- Capital: Tripoli
- Common languages: Arabic, Berber
- Religion: Islam
- • Established: 1001
- • Disestablished: 1146
| Preceded by | Succeeded by |
| / Zirid dynasty | Kingdom of Africa / |
- Today part of: Libya;

= Banu Khazrun =

Former ruling dynasty in Tripoli, Libya

The Banu Khazrun were a family of the Maghrawa that ruled Tripoli from 1001 to 1146.

==History==
During the 10th century, the region of Ifriqiya and Tripolitania came under the control of the Fatimid Caliphate. After the Fatimids moved their capital to Cairo in the 970s, they left their territories in the Maghreb under the control of their vassals, the Zirid dynasty. After 1001, Tripolitania broke away from Zirid control under the leadership of Fulful ibn Sa'id ibn Khazrun, a leader of the Banū Khazrūn tribe, from the Maghrawa Berber confederation. This established the Banu Khazrun dynasty that lasted up to the mid-12th century.

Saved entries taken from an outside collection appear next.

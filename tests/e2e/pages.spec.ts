import type { Page } from '@playwright/test';
import { listBenches } from '@/lib/contracts/benches';
import { ask, signIn, type DemoName } from './support/api.ts';
import { expectAccessible } from './support/axe.ts';
import { smallDocument } from '../helpers/documents.ts';
import { demoPack, demoWaveform } from './support/demo.ts';
import { drawnDocument, expectMeasured } from './support/table.ts';
import { expect, test } from './support/test.ts';

interface Screen {
  name: string;
  who: DemoName | null;
  address: (page: Page, origin: string) => Promise<string> | string;
  /** What is there once the screen has loaded. */
  shown: (page: Page) => Promise<void>;
  /** The screen's primary action: a button or link, by name. */
  primary?: { role: 'button' | 'link'; name: RegExp | string };
}

const text = (words: string | RegExp) => (page: Page) => expect(page.getByText(words).first()).toBeVisible();
const on =
  (which: 'draft' | 'inReview' | 'released', rest = '') =>
  async (page: Page, origin: string) =>
    `/waveforms/${(await demoWaveform(page.context().request, origin, which)).waveformId}${rest}`;

const screens: Screen[] = [
  {
    name: 'sign-in',
    who: null,
    address: () => '/sign-in',
    shown: text('Demo team: invented people, no password'),
    primary: { role: 'button', name: 'Sign in' },
  },
  {
    name: 'waveforms',
    who: 'Ines Okoro',
    address: () => '/waveforms',
    shown: text(/PA ladder 20 MHz/),
    primary: { role: 'button', name: 'New waveform' },
  },
  {
    name: 'waveforms of an operator',
    who: 'Jun Aldane',
    address: () => '/waveforms',
    async shown(page) {
      await expect(page.getByText(/PA ladder 20 MHz/).first()).toBeVisible();
      await expect(page.getByText(/Front end, three tones/)).toHaveCount(0);
    },
  },
  {
    name: 'start',
    who: 'Ines Okoro',
    address: () => '/start',
    shown: text('Public standards, each with its clause'),
    primary: { role: 'button', name: 'Use this start' },
  },
  {
    name: 'drawing table',
    who: 'Ines Okoro',
    address: on('draft'),
    shown: (page) => expect(page.getByRole('application', { name: /^Grid,/ })).toBeVisible({ timeout: 30_000 }),
    primary: { role: 'button', name: /^(Ask for review|Paint)$/ },
  },
  {
    name: 'drawing table of a reviewer',
    who: 'Nora Quist',
    address: on('draft'),
    shown: text('You can look. Drawing needs the author role.'),
  },
  {
    name: 'fit',
    who: 'Ines Okoro',
    address: on('released', '/fit'),
    shown: text(/checks? (needs|need) a change|Everything fits|cannot be judged/),
    primary: { role: 'button', name: 'Make a pack' },
  },
  {
    name: 'history',
    who: 'Nora Quist',
    address: on('released', '/history'),
    shown: text('Released, edition 1'),
    primary: { role: 'link', name: 'Make a pack of edition 1' },
  },
  {
    name: 'review',
    who: 'Nora Quist',
    address: on('inReview', '/review'),
    shown: text(/Asked by Tomas Vell/),
    primary: { role: 'button', name: 'Release edition 1' },
  },
  {
    name: 'packs',
    who: 'Jun Aldane',
    address: () => '/packs',
    shown: text(/PA ladder 20 MHz/),
    primary: { role: 'button', name: 'Make a pack' },
  },
  {
    name: 'pack',
    who: 'Jun Aldane',
    address: async (page, origin) => `/packs/${(await demoPack(page.context().request, origin)).packId}`,
    shown: (page) => expect(page.getByRole('textbox', { name: 'Set on the generator, dBm' })).toBeVisible(),
    primary: { role: 'link', name: 'Download pack' },
  },
  {
    name: 'benches',
    who: 'Mira Sand',
    address: () => '/benches',
    shown: text(/Bench B/),
    primary: { role: 'button', name: 'Add a bench' },
  },
  {
    name: 'bench form',
    who: 'Mira Sand',
    async address(page, origin) {
      const { items } = await ask(page.context().request, origin, listBenches, {});
      return `/benches/${items[0]!.benchId}`;
    },
    shown: text(/^Version 1/),
    primary: { role: 'button', name: /^Save version 2$/ },
  },
  {
    name: 'new bench',
    who: 'Mira Sand',
    address: () => '/benches/new',
    shown: (page) => expect(page.getByRole('textbox', { name: 'Name', exact: true })).toBeVisible(),
    primary: { role: 'button', name: 'Save the profile' },
  },
  {
    name: 'people',
    who: 'Mira Sand',
    address: () => '/people',
    shown: text('tomas@demo.invalid'),
    primary: { role: 'button', name: 'Invite a person' },
  },
  { name: 'audit', who: 'Mira Sand', address: () => '/audit', shown: text(/edition 1|PA ladder/) },
  { name: 'account', who: 'Jun Aldane', address: () => '/account', shown: text('Sessions') },
  { name: 'more', who: 'Jun Aldane', address: () => '/more', shown: text('profiles of the generators') },
];

/** Tab from the top of the page; every control that is passed must be reachable once, the wanted one among them. */
async function tabTo(page: Page, { role, name }: NonNullable<Screen['primary']>): Promise<void> {
  const wanted = page
    .getByRole(role, { name, exact: typeof name === 'string' })
    .filter({ visible: true })
    .first();
  await expect(wanted).toBeVisible();
  await page.evaluate(() => (document.activeElement as HTMLElement | null)?.blur());
  for (let presses = 0; presses < 150; presses++) {
    await page.keyboard.press('Tab');
    if (await wanted.evaluate((node) => node === document.activeElement)) return;
  }
  throw new Error(`${String(name)} is not reachable by Tab`);
}

for (const screen of screens) {
  test(`${screen.name} opens in both themes, named and reachable by keys`, async ({ page, context, baseURL }) => {
    test.setTimeout(90_000);
    await page.emulateMedia({ colorScheme: 'light' });
    if (screen.who) await signIn(context.request, baseURL!, screen.who);
    await page.goto(await screen.address(page, baseURL!));
    await screen.shown(page);
    await expect(page).toHaveTitle(/Combwright$/);
    if (screen.who && !(await page.title()).startsWith('Sign in'))
      await expect(page.getByText('Demo: invented people and data')).toBeVisible();
    await expect(page.locator('html')).toHaveAttribute('data-theme', 'paper');
    await expectAccessible(page, `${screen.name} on paper`);
    if (screen.primary) await tabTo(page, screen.primary);
    await page.emulateMedia({ colorScheme: 'dark' });
    await expect(page.locator('html')).toHaveAttribute('data-theme', 'night');
    await expectAccessible(page, `${screen.name} at night`, ['color-contrast']); // the theme changes nothing else
    const [inner, outer] = await page.evaluate(() => [document.documentElement.scrollWidth, window.innerWidth]);
    expect(inner, 'nothing scrolls sideways').toBeLessThanOrEqual(outer!);
  });
}

const FORBIDDEN = 'Your roles do not include this page. An admin can change that.';
const NOTHING = 'There is nothing at this address. It may have been removed.';
const noId = '01ARZ3NDEKTSV4RRFFQ69G5FAV';

test('pages that a person’s roles do not include say so, with one way out', async ({ watch, as }) => {
  watch.allow(/status of 40[34]/);
  const jun = await as('Jun Aldane');
  for (const address of ['/start', '/benches/new', '/people', '/audit']) {
    await jun.goto(address);
    await expect(jun.getByText(FORBIDDEN)).toBeVisible();
    await expect(jun.getByRole('link', { name: 'Back to waveforms' })).toBeVisible();
  }
  await jun.getByRole('link', { name: 'Back to waveforms' }).click();
  await expect(jun).toHaveURL(/\/waveforms$/);
});

test('what may not be seen is not there', async ({ watch, as, baseURL }) => {
  watch.allow(/status of 40[34]/);
  const ines = await as('Ines Okoro');
  const draft = await demoWaveform(ines.context().request, baseURL!, 'draft');
  const jun = await as('Jun Aldane');
  const places = ['', '/fit', '/history', '/review'].map((rest) => `/waveforms/${draft.waveformId}${rest}`);
  for (const address of [...places, `/packs/${noId}`, `/benches/${noId}`, `/waveforms/${noId}`, '/no/such/page']) {
    await jun.goto(address);
    // Fit and review are no pages of an operator, whatever the address names; history is, and an edition might stand there.
    const told = jun.getByText(/\/(fit|review)$/.test(address) ? FORBIDDEN : NOTHING);
    await expect(told, address).toBeVisible();
    await expect(jun.getByText(draft.title)).toHaveCount(0);
  }
});

test('who is not signed in is sent to sign in', async ({ page }) => {
  await page.goto('/packs');
  await expect(page).toHaveURL(/\/sign-in$/);
});

test('a list that does not load says what the server answered, and tries again', async ({
  page,
  watch,
  context,
  baseURL,
}) => {
  watch.allow(/status of 500/);
  await signIn(context.request, baseURL!, 'Ines Okoro');
  let isBroken = true;
  await page.route('**/api/v1/waveforms*', (route) =>
    isBroken ? route.fulfill({ status: 500, body: '{}' }) : route.continue(),
  );
  await page.goto('/waveforms');
  await expect(page.getByText(/The list did not load\..*500/)).toBeVisible();
  isBroken = false;
  await page.getByRole('button', { name: 'Try again' }).click();
  await expect(page.getByText(/PA ladder 20 MHz/).first()).toBeVisible();
});

test('a document is imported from JSON, and a broken one says where it is wrong', async ({ as }, info) => {
  const ines = await as('Ines Okoro');
  await ines.goto('/start');
  const file = (name: string, text: string) => ({ name, mimeType: 'application/json', buffer: Buffer.from(text) });
  const choose = ines.getByLabel('Choose a document');
  const document = smallDocument();
  document.about.title = `Imported on a ${info.project.name}`;
  const broken = { ...document, content: { ...document.content, fftSize: 7, powerDb: 3 } };
  for (const [name, text, words] of [
    ['cut.json', JSON.stringify(document).slice(0, 200), /cut\.json was not taken\./],
    ['empty.json', '', /empty\.json was not taken\./],
    ['broken.json', JSON.stringify(broken), /^\/content\/fftSize: /],
    ['newer.json', JSON.stringify({ ...document, version: 7 }), /version/],
  ] as const) {
    await choose.setInputFiles(file(name, text));
    await expect(ines.getByText(words).first(), name).toBeVisible();
  }
  await choose.setInputFiles(file('whole.json', JSON.stringify(document)));
  await expect(ines.getByText('broken.json was not taken.')).toHaveCount(0);
  await expect(ines.getByRole('textbox', { name: 'Title of the new waveform' })).toHaveValue(document.about.title);
  await ines.getByRole('button', { name: 'Use this start' }).click();
  await expectMeasured(ines);
  expect(await drawnDocument(ines)).toEqual(document);
});

test('without a connection, signing in says that it needs the server', async ({ page, watch }) => {
  watch.allow(/ERR_INTERNET_DISCONNECTED/);
  await page.goto('/sign-in');
  await page.getByRole('textbox', { name: 'E-mail' }).fill('ada@team.invalid');
  await page.getByRole('textbox', { name: 'Password' }).fill('three plain words');
  await page.context().setOffline(true);
  await page.getByRole('button', { name: 'Sign in' }).click();
  await expect(page.getByText('No connection. Signing in needs the server.').first()).toBeVisible();
});

test('only the drawing table loads the drawing engine', async ({ as, baseURL }) => {
  const ines = await as('Ines Okoro');
  const engine: string[] = [];
  ines.on('request', (request) => void (request.url().endsWith('.wasm') && engine.push(request.url())));
  const { waveformId } = await demoWaveform(ines.context().request, baseURL!, 'inReview');
  for (const address of ['/waveforms', '/start', `/waveforms/${waveformId}/review`]) {
    await ines.goto(address);
    await expect(ines.locator('svg').first()).toBeAttached();
    await ines.waitForLoadState('networkidle');
  }
  expect(engine).toEqual([]);
});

Fulful fought a protracted war against Badis ibn al-Mansur, the Zirid emir, and sought outside help from the Fatimid caliphs themselves in Cairo and even from the Andalusi Umayyads in Córdoba. After his death in 1009, the Zirids were able to retake Tripoli for a time. The region nonetheless remained effectively under control of the Banu Khazrun, who fluctuated between practical autonomy and full independence, often playing the Fatimids and the Zirids against each other.

After the death of Fulful ibn Sai'd ibn Khazrun in 1009–10, his brother Warru was proclaimed as leader. He warred against the Zirids but was forced to recognize their authority several times. After his death in 1014–5, the Maghrawa tribes were divided in a succession dispute between Warru's brother, Khazrun ibn Sa'id, and Warru's son, Khalifa. Khalifa prevailed and Khazrun left for Egypt along with his two sons, Sa'id and al-Muntasir. Khalifa initially recognized the Zirid ruler, Badis, but refused to recognize the authority of his successor, al-Mu'izz ibn Badis (r. 1016–1062). He launched attacks in the regions around Gabès and Tripoli. The Zirids finally ceded Tripoli to the Banu Khazrun in 1022. In 1026–7, Khalifa obtained from the Fatimid caliph in Cairo, al-Zahir, a formal confirmation of his position as governor of Tripoli, while agreeing to send gifts to al-Mu'izz ibn Badis.

Khalifa died at some point during the reign of the Fatimid caliph al-Zahir. Within his lifetime, the sons of Khazrun ibn Sa'id returned to contest control of Tripolitania. Eventually, al-Muntasir emerged victorious as the ruler of Tripoli and the Maghrawa in the region, a position which he kept for a long period. Between 1038 and 1049, he waged a long war against the Zirids, defeating two of their expeditions against him. He was defeated by a third Zirid expedition and agreed to a peace treaty. During the invasions of the Banu Hilal in 1051–1052, he accepted the authority of al-Mu'izz ibn Badis and came to his aid. The Zirids and their allies were nonetheless defeated and forced to retreat, leaving the Banu Hilal to occupy the inland plains across the region, although Al-Muntasir still retained control of Tripoli.

Sometime around 1075, al-Muntasir led the Banu Adi, an Arab tribe, on an expedition against the Hammadid kingdom to the west (in present-day Algeria). He occupied the towns of Ashir and al-Masila, along with the M'zab and Righ regions, while retaining control of Tripoli. He made a new base for himself in Waghlana (modern-day Ourlal), near Biskra. The Hammadid governor of Biskra later succeeded in having him killed.

Little is known about the history of the Banu Khazrun after al-Muntasir. In 1143, Roger II of Sicily tried and failed to take Tripoli from Muhammad ibn Khazrun. By 1146, a famine drove the city's inhabitants to expel the Banu Khazrun. This afforded Roger the opportunity to finally capture the city in 1146 or 1147. The dynasty's rule came to an end at this time and the Normans extended their influence to the coastal cities in this region.

== List of Khazrunid rulers ==
The following list includes the Khazrunid rulers of Tripoli:

- Fulful ibn Sa'id ibn Khazrun (1000/1001–1009/1010)
- Warru ibn Sa'id (1009/1010–1014/1015)
- Khalifa ibn Warru (c. 1015–?)
- Sa'id ibn Khazrun (?–1037/1038)
- Khazrun ibn Khalifa (1037/1038–1038)
- Al-Muntasir ibn Khazrun (1038–1049)
Other rulers after al-Muntasir are not known by name. The last Khazrunid ruler was expelled by the Normans circa 1146.